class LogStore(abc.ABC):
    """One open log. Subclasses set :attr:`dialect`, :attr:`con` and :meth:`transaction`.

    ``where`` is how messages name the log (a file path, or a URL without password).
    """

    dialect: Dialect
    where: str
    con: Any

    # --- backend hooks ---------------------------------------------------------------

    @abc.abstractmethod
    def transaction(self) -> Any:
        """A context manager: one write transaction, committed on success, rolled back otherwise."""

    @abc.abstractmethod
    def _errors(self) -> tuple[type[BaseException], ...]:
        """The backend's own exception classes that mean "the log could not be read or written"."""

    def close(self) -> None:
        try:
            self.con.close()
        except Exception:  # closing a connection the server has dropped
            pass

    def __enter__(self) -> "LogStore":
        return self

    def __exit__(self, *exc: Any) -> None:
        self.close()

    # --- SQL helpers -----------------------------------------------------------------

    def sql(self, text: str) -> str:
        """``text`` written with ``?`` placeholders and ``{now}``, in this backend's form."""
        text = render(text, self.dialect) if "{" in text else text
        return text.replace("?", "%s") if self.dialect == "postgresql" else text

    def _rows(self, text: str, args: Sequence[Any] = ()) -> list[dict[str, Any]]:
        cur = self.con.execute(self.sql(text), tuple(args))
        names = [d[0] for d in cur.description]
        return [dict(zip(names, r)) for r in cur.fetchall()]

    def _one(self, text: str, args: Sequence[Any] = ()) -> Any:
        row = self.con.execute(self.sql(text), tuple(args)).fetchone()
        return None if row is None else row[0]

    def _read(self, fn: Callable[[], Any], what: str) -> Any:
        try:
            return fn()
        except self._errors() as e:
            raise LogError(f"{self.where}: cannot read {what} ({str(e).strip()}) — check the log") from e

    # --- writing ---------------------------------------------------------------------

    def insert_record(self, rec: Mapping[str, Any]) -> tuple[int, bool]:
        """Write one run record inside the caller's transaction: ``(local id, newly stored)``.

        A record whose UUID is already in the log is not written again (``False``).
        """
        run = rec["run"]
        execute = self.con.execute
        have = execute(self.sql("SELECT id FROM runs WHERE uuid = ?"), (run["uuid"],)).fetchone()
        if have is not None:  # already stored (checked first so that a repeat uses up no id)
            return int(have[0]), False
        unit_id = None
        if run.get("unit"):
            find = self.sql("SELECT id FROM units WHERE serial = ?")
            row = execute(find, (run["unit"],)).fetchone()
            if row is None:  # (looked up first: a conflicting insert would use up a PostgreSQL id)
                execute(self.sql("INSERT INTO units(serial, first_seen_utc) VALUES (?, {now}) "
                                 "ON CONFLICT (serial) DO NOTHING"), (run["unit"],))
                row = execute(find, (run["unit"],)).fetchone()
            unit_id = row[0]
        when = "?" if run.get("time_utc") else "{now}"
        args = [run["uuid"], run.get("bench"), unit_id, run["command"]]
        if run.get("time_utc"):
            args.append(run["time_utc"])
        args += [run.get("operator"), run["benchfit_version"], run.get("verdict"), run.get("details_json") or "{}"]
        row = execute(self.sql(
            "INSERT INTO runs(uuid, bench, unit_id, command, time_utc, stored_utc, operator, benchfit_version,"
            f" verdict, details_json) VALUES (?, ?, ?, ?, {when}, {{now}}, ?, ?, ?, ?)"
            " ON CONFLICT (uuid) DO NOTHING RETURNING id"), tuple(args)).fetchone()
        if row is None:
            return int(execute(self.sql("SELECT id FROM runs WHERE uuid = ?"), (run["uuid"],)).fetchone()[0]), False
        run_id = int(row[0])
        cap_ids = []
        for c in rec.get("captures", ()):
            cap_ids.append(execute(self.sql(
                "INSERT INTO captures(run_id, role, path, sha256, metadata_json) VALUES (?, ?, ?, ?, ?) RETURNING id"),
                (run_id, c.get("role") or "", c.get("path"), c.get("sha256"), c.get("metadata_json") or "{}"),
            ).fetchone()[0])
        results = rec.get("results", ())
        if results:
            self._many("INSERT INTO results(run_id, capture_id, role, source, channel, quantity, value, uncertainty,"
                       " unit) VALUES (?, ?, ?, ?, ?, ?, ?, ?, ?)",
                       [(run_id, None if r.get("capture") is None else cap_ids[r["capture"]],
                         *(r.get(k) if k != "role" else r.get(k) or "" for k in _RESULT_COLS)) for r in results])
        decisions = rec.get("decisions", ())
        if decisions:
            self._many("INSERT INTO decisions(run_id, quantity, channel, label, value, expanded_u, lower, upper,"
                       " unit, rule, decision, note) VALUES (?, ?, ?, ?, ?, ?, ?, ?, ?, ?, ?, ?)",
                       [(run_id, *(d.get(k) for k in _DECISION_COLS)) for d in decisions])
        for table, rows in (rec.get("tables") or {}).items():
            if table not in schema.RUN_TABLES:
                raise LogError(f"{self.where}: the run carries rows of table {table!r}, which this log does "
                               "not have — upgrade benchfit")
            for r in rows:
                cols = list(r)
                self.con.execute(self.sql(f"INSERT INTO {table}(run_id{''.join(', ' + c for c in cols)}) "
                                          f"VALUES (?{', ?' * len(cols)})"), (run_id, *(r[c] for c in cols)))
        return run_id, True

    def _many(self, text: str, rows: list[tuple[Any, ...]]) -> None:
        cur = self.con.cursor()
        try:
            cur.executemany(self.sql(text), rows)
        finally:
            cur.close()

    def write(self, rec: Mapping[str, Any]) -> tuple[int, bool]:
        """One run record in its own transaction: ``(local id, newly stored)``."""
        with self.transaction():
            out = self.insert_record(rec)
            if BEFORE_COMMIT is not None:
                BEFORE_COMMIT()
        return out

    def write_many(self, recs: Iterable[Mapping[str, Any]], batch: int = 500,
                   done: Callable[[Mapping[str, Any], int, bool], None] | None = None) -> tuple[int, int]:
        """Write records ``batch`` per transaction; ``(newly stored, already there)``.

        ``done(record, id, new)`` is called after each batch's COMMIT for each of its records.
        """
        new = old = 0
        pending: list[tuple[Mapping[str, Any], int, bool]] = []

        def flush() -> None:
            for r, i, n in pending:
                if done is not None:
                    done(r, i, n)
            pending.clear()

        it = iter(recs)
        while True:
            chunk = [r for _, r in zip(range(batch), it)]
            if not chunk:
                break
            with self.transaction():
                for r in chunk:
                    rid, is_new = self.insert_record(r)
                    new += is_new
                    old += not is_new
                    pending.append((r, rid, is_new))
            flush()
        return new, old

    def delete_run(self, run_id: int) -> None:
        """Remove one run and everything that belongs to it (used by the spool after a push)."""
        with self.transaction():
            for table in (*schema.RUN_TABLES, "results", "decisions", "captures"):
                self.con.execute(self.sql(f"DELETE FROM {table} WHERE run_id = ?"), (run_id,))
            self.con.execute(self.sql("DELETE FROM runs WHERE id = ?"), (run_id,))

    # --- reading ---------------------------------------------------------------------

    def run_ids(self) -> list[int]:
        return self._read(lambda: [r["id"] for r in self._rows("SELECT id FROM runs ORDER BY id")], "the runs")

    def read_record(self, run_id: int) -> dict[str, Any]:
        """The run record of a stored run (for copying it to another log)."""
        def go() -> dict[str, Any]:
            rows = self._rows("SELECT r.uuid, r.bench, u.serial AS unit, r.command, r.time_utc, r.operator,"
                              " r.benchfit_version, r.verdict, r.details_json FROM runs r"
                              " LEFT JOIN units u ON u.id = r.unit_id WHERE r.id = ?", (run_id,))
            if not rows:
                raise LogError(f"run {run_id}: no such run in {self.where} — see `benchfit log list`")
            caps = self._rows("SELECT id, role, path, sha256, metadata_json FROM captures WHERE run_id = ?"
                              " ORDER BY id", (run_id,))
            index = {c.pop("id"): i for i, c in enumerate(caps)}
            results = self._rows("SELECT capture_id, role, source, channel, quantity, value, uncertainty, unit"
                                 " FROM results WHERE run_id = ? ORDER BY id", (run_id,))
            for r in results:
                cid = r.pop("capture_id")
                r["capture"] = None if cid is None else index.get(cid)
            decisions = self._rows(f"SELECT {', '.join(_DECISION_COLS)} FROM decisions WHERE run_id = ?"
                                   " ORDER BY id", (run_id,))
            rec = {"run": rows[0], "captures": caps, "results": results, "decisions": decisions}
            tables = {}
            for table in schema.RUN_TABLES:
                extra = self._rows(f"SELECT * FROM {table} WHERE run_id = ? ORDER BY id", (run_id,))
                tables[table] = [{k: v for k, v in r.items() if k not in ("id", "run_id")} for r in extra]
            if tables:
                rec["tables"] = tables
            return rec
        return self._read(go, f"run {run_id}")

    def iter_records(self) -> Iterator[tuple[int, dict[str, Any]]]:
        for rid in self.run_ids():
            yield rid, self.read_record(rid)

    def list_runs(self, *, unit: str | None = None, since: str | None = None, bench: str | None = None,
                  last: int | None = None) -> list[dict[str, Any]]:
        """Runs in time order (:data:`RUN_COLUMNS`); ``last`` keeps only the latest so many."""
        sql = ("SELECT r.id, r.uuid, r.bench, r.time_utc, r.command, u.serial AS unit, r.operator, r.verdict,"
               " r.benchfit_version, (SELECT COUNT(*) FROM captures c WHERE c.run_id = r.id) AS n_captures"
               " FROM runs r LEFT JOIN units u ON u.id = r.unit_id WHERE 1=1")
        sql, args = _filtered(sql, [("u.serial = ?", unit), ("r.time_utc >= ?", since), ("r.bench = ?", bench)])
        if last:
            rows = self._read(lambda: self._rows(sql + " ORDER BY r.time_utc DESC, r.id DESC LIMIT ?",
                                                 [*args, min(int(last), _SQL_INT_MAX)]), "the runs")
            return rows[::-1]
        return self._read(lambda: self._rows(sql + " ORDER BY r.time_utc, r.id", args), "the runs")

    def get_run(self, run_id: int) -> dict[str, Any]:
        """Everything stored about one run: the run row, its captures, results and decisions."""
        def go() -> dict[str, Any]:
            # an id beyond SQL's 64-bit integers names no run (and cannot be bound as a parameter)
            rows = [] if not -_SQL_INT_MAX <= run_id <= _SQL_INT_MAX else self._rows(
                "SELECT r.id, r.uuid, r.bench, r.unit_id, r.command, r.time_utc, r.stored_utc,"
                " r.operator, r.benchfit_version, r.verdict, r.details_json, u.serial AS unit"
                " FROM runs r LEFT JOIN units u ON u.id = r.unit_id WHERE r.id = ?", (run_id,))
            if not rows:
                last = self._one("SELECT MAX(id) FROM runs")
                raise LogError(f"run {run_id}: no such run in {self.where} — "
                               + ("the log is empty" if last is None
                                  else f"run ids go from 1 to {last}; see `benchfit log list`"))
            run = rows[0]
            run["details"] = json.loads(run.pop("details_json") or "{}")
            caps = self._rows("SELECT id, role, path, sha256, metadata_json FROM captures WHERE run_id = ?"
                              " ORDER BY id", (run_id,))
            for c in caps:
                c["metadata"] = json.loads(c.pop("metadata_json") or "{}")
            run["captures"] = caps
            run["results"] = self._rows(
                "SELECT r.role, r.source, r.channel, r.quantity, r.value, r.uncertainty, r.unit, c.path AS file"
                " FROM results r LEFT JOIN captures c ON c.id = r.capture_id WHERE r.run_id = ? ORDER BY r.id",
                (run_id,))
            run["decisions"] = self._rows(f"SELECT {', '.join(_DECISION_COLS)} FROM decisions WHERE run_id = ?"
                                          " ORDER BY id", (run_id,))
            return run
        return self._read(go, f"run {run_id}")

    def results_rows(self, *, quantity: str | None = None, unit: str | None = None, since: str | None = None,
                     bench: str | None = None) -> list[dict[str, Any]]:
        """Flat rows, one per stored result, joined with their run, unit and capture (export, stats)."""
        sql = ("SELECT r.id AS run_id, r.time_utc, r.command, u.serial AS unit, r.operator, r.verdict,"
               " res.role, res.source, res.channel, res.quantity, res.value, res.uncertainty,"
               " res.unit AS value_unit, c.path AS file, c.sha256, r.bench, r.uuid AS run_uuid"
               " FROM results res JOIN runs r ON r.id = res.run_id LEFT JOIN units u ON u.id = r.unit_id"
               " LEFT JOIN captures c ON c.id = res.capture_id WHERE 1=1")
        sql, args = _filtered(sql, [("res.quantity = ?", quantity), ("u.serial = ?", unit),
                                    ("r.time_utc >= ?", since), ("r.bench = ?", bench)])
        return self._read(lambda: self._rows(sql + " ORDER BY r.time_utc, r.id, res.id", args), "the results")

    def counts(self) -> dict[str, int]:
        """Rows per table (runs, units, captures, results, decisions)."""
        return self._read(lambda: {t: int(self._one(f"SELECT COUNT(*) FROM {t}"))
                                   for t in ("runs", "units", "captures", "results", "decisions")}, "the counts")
*****
▶ [What is expected]:
Return word for word the lines above from the line with "def iter_records(self) ->" to the line with "return rows[::-1]", including both and leaving out all others.

▶ [Solved exercise]:
    def iter_records(self) -> Iterator[tuple[int, dict[str, Any]]]:
        for rid in self.run_ids():
            yield rid, self.read_record(rid)

    def list_runs(self, *, unit: str | None = None, since: str | None = None, bench: str | None = None,
                  last: int | None = None) -> list[dict[str, Any]]:
        """Runs in time order (:data:`RUN_COLUMNS`); ``last`` keeps only the latest so many."""
        sql = ("SELECT r.id, r.uuid, r.bench, r.time_utc, r.command, u.serial AS unit, r.operator, r.verdict,"
               " r.benchfit_version, (SELECT COUNT(*) FROM captures c WHERE c.run_id = r.id) AS n_captures"
               " FROM runs r LEFT JOIN units u ON u.id = r.unit_id WHERE 1=1")
        sql, args = _filtered(sql, [("u.serial = ?", unit), ("r.time_utc >= ?", since), ("r.bench = ?", bench)])
        if last:
            rows = self._read(lambda: self._rows(sql + " ORDER BY r.time_utc DESC, r.id DESC LIMIT ?",
                                                 [*args, min(int(last), _SQL_INT_MAX)]), "the runs")
            return rows[::-1]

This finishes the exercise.